[Goal of the exercise] Using the records below, repeat exactly the lines from the one holding "sinth = pnm[1, 1]" through the one holding "b_r += (n + 1) * pnm[n, m]", both ends included, and no others.
===== The data
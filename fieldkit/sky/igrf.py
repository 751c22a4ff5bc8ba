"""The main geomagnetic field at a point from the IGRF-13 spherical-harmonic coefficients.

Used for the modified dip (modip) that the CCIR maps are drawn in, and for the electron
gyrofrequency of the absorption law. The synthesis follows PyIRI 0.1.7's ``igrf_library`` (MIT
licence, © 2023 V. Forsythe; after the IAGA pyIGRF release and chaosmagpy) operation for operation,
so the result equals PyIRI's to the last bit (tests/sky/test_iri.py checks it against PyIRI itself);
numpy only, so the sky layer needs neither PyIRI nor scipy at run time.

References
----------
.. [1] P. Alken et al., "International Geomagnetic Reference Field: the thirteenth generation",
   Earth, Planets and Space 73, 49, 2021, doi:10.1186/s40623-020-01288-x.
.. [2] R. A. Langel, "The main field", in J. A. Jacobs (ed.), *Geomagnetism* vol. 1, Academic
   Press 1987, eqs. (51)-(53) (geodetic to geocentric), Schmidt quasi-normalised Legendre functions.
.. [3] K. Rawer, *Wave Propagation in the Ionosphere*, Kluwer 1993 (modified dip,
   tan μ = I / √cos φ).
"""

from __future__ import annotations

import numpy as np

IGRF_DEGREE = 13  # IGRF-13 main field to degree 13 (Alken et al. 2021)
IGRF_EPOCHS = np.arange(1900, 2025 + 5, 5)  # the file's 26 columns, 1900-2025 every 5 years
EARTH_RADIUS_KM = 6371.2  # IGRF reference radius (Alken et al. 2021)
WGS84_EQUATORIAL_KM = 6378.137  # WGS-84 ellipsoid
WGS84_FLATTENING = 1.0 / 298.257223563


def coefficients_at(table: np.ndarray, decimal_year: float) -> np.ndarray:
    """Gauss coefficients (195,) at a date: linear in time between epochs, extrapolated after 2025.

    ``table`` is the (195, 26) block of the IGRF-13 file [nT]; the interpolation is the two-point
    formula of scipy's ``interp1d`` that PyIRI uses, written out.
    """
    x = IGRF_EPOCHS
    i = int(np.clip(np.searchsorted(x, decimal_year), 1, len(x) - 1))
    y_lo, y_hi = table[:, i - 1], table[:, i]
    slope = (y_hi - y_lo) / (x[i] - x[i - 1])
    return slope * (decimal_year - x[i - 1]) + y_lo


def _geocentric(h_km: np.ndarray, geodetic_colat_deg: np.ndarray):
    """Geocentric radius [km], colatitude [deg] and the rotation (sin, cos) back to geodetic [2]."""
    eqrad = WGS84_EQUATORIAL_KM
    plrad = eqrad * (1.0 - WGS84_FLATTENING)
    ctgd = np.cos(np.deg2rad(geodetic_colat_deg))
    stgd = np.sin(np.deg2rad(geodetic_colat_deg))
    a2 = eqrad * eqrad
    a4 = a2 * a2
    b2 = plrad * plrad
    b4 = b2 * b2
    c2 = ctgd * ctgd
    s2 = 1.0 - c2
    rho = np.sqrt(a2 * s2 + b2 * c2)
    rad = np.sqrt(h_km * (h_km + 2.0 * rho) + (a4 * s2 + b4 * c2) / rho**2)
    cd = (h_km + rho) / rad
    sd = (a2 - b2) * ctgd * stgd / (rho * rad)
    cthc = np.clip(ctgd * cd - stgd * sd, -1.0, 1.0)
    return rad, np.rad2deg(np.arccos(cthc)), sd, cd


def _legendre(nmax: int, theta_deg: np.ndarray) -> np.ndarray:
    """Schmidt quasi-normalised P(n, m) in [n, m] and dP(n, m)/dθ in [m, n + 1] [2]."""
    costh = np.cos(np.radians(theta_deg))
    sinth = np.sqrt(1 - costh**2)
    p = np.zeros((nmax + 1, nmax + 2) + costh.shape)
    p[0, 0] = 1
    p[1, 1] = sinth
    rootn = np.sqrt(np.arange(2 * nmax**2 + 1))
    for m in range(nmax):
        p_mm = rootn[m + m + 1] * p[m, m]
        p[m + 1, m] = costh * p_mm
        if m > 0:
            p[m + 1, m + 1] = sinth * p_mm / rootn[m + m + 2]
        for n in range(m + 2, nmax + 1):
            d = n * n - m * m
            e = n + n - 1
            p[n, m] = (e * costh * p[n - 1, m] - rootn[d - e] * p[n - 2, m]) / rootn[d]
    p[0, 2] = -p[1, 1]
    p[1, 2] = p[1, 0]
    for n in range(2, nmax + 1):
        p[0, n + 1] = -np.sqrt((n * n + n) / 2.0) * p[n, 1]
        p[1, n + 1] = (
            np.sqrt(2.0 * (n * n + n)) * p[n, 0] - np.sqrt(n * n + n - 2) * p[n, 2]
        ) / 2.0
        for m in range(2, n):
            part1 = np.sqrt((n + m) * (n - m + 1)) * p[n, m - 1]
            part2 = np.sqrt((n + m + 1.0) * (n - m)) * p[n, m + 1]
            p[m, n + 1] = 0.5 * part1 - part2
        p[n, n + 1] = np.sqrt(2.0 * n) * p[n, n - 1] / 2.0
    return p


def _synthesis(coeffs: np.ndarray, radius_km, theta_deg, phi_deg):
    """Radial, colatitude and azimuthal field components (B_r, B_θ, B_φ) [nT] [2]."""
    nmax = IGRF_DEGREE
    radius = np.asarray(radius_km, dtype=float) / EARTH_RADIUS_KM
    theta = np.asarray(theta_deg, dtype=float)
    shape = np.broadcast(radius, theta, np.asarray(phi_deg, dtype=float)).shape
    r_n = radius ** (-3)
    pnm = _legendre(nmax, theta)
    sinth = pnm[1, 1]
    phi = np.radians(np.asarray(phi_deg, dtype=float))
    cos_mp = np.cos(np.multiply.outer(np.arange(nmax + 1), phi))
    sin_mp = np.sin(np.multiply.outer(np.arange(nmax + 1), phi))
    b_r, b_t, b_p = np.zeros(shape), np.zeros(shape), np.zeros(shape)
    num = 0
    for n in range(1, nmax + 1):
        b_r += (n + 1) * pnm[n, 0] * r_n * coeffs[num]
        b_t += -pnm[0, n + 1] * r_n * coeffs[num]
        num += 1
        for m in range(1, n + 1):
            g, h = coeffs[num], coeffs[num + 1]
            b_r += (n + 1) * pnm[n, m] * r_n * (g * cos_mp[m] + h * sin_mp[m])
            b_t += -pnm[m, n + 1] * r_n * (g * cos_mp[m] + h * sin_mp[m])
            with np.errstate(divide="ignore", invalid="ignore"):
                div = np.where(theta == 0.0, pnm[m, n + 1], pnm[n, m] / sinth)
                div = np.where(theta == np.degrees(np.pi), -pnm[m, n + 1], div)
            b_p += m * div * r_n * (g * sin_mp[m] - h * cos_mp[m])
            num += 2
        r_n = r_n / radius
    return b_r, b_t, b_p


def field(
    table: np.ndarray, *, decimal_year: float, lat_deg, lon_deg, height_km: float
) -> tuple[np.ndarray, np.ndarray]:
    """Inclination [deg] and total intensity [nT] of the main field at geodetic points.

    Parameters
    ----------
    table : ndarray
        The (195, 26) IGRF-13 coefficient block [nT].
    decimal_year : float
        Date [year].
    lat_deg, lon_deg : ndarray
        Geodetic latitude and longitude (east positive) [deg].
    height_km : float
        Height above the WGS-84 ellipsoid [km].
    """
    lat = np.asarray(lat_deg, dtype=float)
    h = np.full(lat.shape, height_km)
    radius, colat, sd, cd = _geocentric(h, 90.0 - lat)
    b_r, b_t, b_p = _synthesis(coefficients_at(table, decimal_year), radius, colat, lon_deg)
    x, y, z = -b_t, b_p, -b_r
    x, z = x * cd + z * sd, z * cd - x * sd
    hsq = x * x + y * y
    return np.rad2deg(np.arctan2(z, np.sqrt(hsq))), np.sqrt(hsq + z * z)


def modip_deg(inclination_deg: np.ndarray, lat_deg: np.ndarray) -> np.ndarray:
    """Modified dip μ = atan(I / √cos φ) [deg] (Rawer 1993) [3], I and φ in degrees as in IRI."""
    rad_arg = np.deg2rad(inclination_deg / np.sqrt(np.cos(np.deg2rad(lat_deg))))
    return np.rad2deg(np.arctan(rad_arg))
==========
[Result of the task]
    sinth = pnm[1, 1]
    phi = np.radians(np.asarray(phi_deg, dtype=float))
    cos_mp = np.cos(np.multiply.outer(np.arange(nmax + 1), phi))
    sin_mp = np.sin(np.multiply.outer(np.arange(nmax + 1), phi))
    b_r, b_t, b_p = np.zeros(shape), np.zeros(shape), np.zeros(shape)
    num = 0
    for n in range(1, nmax + 1):
        b_r += (n + 1) * pnm[n, 0] * r_n * coeffs[num]
        b_t += -pnm[0, n + 1] * r_n * coeffs[num]
        num += 1
        for m in range(1, n + 1):
            g, h = coeffs[num], coeffs[num + 1]
            b_r += (n + 1) * pnm[n, m] * r_n * (g * cos_mp[m] + h * sin_mp[m])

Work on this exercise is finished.